In other news: the GCSEs are over and the planning of the prom ensemble begins in earnest.
This week we’ve been madly planning the church fete and panicking about the appalling weather forecast. By Thursday lunchtime it seemed obvious we must put up tents, if only so we could set up during the day: no good the sun coming out for the evening if we weren’t ready to go. The clouds looked billowy and grey periodically on Friday, but in fact I now have a ridiculous T-shirt tan that will take weeks of sunshine to loose. I’m not complaining you understand: the glorious weather brought out the village and its surrounds en masse and we had a great evening (well, I expect we did. I don’t know how much we made yet, was busy running my allotted stall and hoping the llama had turned up, but you know what I mean.) The llama was much admired ‘though I never met the kind owner with whom I now have an e-mail relationship. Must thank him! Packing up this morning everyone was congratulating one another on a great evening.
Also this morning I have packed Youngest off on her French Exchange. She suddenly got tearful and has been worriting. I suspect she isn’t sure she can keep up good or even merely tidy behaviour for a whole week. But I’m looking forward to hearing she’s having a lovely time and managed not to be sick on the journey. The photos are the two sides of a tea cosy which I have sent to the French mummy. (Her daughter bought her a teapot when she visited us.) I am very pleased with the ‘ensemble unique’ of it all!
Have just finished The Girl with the Dragon Tattoo: I couldn’t put it down. And yes, there was lots of revolting violence.
I always have a book on the go. I love a well plotted thriller. I’ve read everything I could find by P .D. James and have to wait for her next. I’m now onto the other things Henning Mankell has written because I’ve read all the Kurt Wallanders. There was a time when I read everything by James Clavell, Ian Fleming, Robert Ludlum, Alistair MacLean, Wilbur Smith, Len Deighton…. They’re not all strictly crime writers, more adventure storytellers, but they have their share of graphic description of appalling human behaviour.
What I’m getting at, perhaps too heavy handedly, is that crime fiction is full of nasty crime. The first in the Millennium Trilogy is brilliantly plotted, full of interesting characters and largely well translated (I had issues with some odd sentences that didn’t sound quite right).

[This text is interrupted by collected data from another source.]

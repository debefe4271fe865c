import { clockWords, minuteWords, temperatureWords } from '../../shared/charts/words'
import { unreadCases } from '../../shared/record/attention'
import { isoTime } from '../../shared/record/entry'
import { accuracyWords, dayWords, doubtWords } from '../../shared/record/instrument-words'
import { VERDICT_WORDS } from '../../shared/record/kinds/server'
import type { VerdictLine } from '../../shared/record/record-lines'
import { actDetail } from '../../shared/record/summary-words'
import { localWhy } from '../../shared/record/why-words'
import type { RecordPaper } from './record'
import type { Sheet } from './sheet'
import { drawTable } from './table'

/** Verdicts but those that were only unknown for a while and within again. */
function tellingVerdicts(verdicts: readonly VerdictLine[]): VerdictLine[] {
  const before = new Map<string, VerdictLine['verdict']>()
  return verdicts.filter((line) => {
    const known = before.get(line.caseId) ?? 'within'
    if (line.verdict !== 'unknown') before.set(line.caseId, line.verdict)
    return line.verdict !== 'unknown' && line.verdict !== known
  })
}

/** Verdicts as they changed, and what was done about them. */
export async function drawVerdicts(sheet: Sheet, { summary, state }: RecordPaper): Promise<void> {
  const { timeZone } = summary.heading
  const clock = (at: number) => clockWords(isoTime(at), timeZone, true)
  sheet.begin('Verdicts and acts')
  sheet.paragraph(`Judged by ${state.snapshot.rulebook.name}, version ${state.snapshot.rulebook.version}. A verdict is entered when it changes; until the first one a case is within its limit.`)
  const telling = tellingVerdicts(summary.verdicts)
  if (telling.length > 0) {
    await drawTable(sheet, [{ label: 'No.', width: 26 }, { label: 'Time', width: 46 }, { label: 'Case', width: 0.26 }, { label: 'Verdict', width: 0.3 }, { label: 'Gets worse', width: 50 }, { label: 'Rule', width: 0.44 }],
      telling.map(line => [String(line.seq), clock(line.at), line.name, `${VERDICT_WORDS[line.verdict]}${line.minutesAbove > 0 ? `, ${minuteWords(line.minutesAbove)} above` : ''}`, line.deadline === null ? '' : clock(line.deadline), whyOf(line, timeZone)]))
  } else {
    sheet.paragraph('No case was found above its limit.')
  }
  const unread = unreadCases(summary)
  if (unread.length > 0) { sheet.y += 4; sheet.paragraph(`Not known for a while, for want of a reading in time: ${unread.map(({ words }) => words).join(', ')}. Each such verdict stands among the entries.`) }
  if (summary.acts.length > 0) {
    sheet.heading('Acts')
    await drawTable(sheet, [{ label: 'No.', width: 26 }, { label: 'Time', width: 46 }, { label: 'Case', width: 0.26 }, { label: 'Act', width: 0.26 }, { label: 'Product, quantity, place', width: 0.48 }, { label: 'By', width: 78 }],
      summary.acts.map(act => [String(act.seq), clock(act.at), act.name, act.act, actDetail(act), act.by]))
  }
  if (summary.openings.length > 0) {
    sheet.heading('Acts asked for')
    await drawTable(sheet, [{ label: 'No.', width: 26 }, { label: 'Time', width: 46 }, { label: 'Case', width: 0.26 }, { label: 'Why', width: 0.34 }, { label: 'Ended', width: 0.4 }],
      summary.openings.map(line => [String(line.seq), clock(line.at), line.name, line.cause, line.ended ? `${clock(line.ended.at)}, ${line.ended.how} (No. ${line.ended.seq})` : `still open: ${line.ends}`]))
  }
  for (const line of summary.decidedOtherwise) { sheet.y += 4; sheet.paragraph(`No. ${line.seq}, ${clock(line.at)}: for ${line.name} ${line.by} decided otherwise: ${[line.clause, line.reason].filter(Boolean).join(', ')}`) }
}

/** Why a verdict was given, in the site's time, and what was to be done. */
function whyOf({ why, source, clause, act, at }: VerdictLine, timeZone: string): string {
  const reasons = why.length > 0 ? why.map(reason => localWhy(reason, timeZone, at)) : [`${source}, ${clause}.`]
  return [...reasons, act ?? ''].filter(Boolean).join(' ')
}

/** Every thermometer that was used, with its checks in ice and what is to be said of it. */
export async function drawInstruments(sheet: Sheet, { summary, state }: RecordPaper): Promise<void> {
  if (summary.instruments.length === 0) return
  const { timeZone } = summary.heading
  sheet.begin('Thermometers')
  await drawTable(sheet, [{ label: 'Name', width: 0.22 }, { label: 'Accuracy', width: 50 }, { label: 'Readings', width: 46, align: 'right' }, { label: 'Last check', width: 78 }, { label: 'Checked in ice', width: 0.4 }, { label: 'Pointed out', width: 0.38 }],
    summary.instruments.map(line => [
      line.name, accuracyWords(line.accuracyC, state.snapshot.site.temperatureUnit), String(line.readings), line.lastOn === null ? 'never' : dayWords(line.lastOn),
      line.checks.map(check => `${clockWords(isoTime(check.at), timeZone, true)} ${temperatureWords(check.value, check.unit)}, ${check.within ? 'reads the ice point' : 'out of tolerance'} (No. ${check.mark.seq})`).join('; '),
      doubtWords(line)?.slice(line.name.length + 2) ?? 'nothing',
    ]))
}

I love a mystery to solve, but I prefer to read about them: I don’t want to see the bloodbaths and brutality. My imagination is sufficient illustration. So I haven’t watched Luther, or Waking the Dead, Trial and Retribution, Silent Witness and Wire in the Blood which have exercised other people so much, and I doubt I'll go to see the Dragon Tattoo film. It’s not that I’m not prepared to see any violence, or a horrific crime scene, but I like something with an engaging narrative, the possibility that I could solve the clues and that isn’t relentlessly grim. I watched early Waking and Witness episodes and found them unlikely frankly. And I loved Bond and Bourne at the cinema! They were exciting films, although in these more graphic days some of the scenes were very hard to look at – I’d have been behind the sofa at home.
Will need to find out what next is in store for Lisbeth Salander, ‘though I suspect it won’t be any less horrible.